Bifunctional composite separator with a solid-state-battery strategy for dendrite-free lithium metal batteries

Abstract

Lithium (Li) metal anodes have been considered as the “Holy Grail” for next-generation batteries due to their high theoretical capacity and low redox potential. However, nonuniform Li+ deposition leads to hazardous dendrite growth and poor electrochemical performance, which still severely hinders the practical applications of Li metal batteries. Herein, we propose a bifunctional composite separator to guide homogenous Li+ deposition, which smartly learns abundant experience from the dendrite-free design of solid-state batteries.

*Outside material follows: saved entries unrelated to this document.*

import { BasinloomError } from '../../../shared/contract/errors.ts';
import type { StageCounts, StageName } from '../progress.ts';
import type { RunRecord, RunState } from '../run-record.ts';
import type { RunEntry } from '../runs.ts';
import { problemOf } from './problem.ts';
import { type JobStatus, type Link, PROCESS_ID, type StatusInfo } from './schemas.ts';

const STATUS_OF_STATE: Readonly<Record<RunState, JobStatus>> = {
  running: 'running',
  complete: 'successful',
  'complete-with-gaps': 'successful',
  failed: 'failed',
  stopped: 'dismissed',
};

/** A run that plans is accepted: whether it can be done at all shows when its first stage begins. */
export function jobStatusOf({ state, stages }: Pick<RunRecord, 'state' | 'stages'>): JobStatus {
  return state === 'running' && Object.keys(stages).length === 0 ? 'accepted' : STATUS_OF_STATE[state];
}

export function jobPath(id: string): string {
  return `/jobs/${encodeURIComponent(id)}`;
}

/** The statusInfo of OGC API - Processes, with members of our own: basin, basinFile, stages, setAside. */
export function statusInfoOf({ record }: Pick<RunEntry, 'record'>): StatusInfo {
  const { id, started, updated, state, error } = record;
  return {
    jobID: id,
    processID: PROCESS_ID,
    type: 'process',
    status: jobStatusOf(record),
    message: messageOf(record),
    created: started,
    started,
    ...(state !== 'running' && { finished: updated }),
    updated,
    progress: progressOf(record),
    basin: record.basin,
    basinFile: record.basinFile,
    stages: record.stages as StatusInfo['stages'],
    setAside: record.leftOut,
    ...(error && { exception: exceptionOf(BasinloomError.fromRecord(error)) }),
    links: linksOf(record),
  };
}

function messageOf({ state, stages, leftOut, error }: RunRecord): string {
  const stage = stageAtWork(stages);
  switch (state) {
    case 'running':
      return stage ? `in stage ${stage}` : 'planning';
    case 'complete':
      return 'complete';
    case 'complete-with-gaps':
      return `complete with gaps; ${leftOut} set aside or noted`;
    case 'stopped':
      return 'stopped on request; a rerun goes on where it was';
    case 'failed':
      return error?.message ?? 'failed';
  }
}

/** Tally and mosaic run twice, so the stage named last need not be the one at work. */
function stageAtWork(stages: RunRecord['stages']): string | undefined {
  const begun = Object.entries(stages);
  return (begun.find(([, counts]) => fractionOf(counts) < 1) ?? begun.at(-1))?.[0];
}

function exceptionOf(error: BasinloomError): NonNullable<StatusInfo['exception']> {
  const { type, title, status, detail, code, remedy } = problemOf(error, '');
  return { type, title, status, detail, code, remedy };
}

/**
 * Shares of the stages in the time of a run, %, as measured in one of the demo basin. Tally and mosaic are left out:
 * they run twice, and a share that begins again would make progress go back.
 */
const SHARES: readonly (readonly [StageName, number])[] = [
  ['terrain', 3],
  ['prepare', 36],
  ['flux', 18],
  ['overlap', 3],
  ['day', 12],
  ['integrate', 21],
  ['publish', 7],
];

/** Share of the work that is done, 0 to 100: by jobs within a stage, by experience between stages. Never falls. */
export function progressOf({ state, stages }: Pick<RunRecord, 'state' | 'stages'>): number {
  if (state === 'complete' || state === 'complete-with-gaps') return 100;
  const begun = SHARES.findLastIndex(([name]) => stages[name] !== undefined);
  const done = SHARES.slice(0, begun + 1).reduce((sum, [name, share]) => sum + share * fractionOf(stages[name]), 0);
  return Math.min(99, Math.floor(done));
}

/** A stage that was passed over, or has no jobs, is done. */
function fractionOf(counts: StageCounts | undefined): number {
  if (!counts || counts.total === 0) return 1;
  return Math.min(1, (counts.done + counts.kept + counts.setAside) / counts.total);
}

function linksOf(record: RunRecord): Link[] {
  const self = jobPath(record.id);
  const json = 'application/json';
  const links: Link[] = [
    { href: self, rel: 'self', type: json, title: 'this run' },
    { href: `${self}/failures`, rel: 'related', type: json, title: 'what was set aside' },
  ];
  const status = jobStatusOf(record);
  if (status === 'successful') {
    const rel = 'http://www.opengis.net/def/rel/ogc/1.0/results';
    links.push({ href: `${self}/results`, rel, type: json, title: 'maps, tables and report' });
  }
  if (record.state === 'running') {
    links.push({ href: `${self}/events`, rel: 'monitor', type: 'text/event-stream', title: 'events as they happen' });
  }
  return links;
}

A hierarchical porous composite solid-state electrolyte (CSE) consisting of polyvinylidene fluoride (PVDF) and Li6.4La3Zr1.4Ta0.6O12 (LLZTO) is coated on one side of polypropylene (PP) separator to fabricate the composite separator. The interactions between PVDF and LLZTO provide a three-dimensional fast Li+ channel along the PVDF, LLZTO, and PVDF/LLZTO interfaces, which can effectively redistribute uneven Li+ flux coming from the insulated PP separator. In addition, the CSE layer can further immobilize the anions, regulating a facile Li+ transport to evenly deposit on the Li anode. The synergetic effects between Li+ redistribution and anion immobilization result in higher Coulombic efficiency and enhanced cycling stability for Li metal batteries. This work presents fresh insights into CSE modified PP separator, which is an effective and simple solid-state-battery strategy for protected Li metal anodes and large-scale production.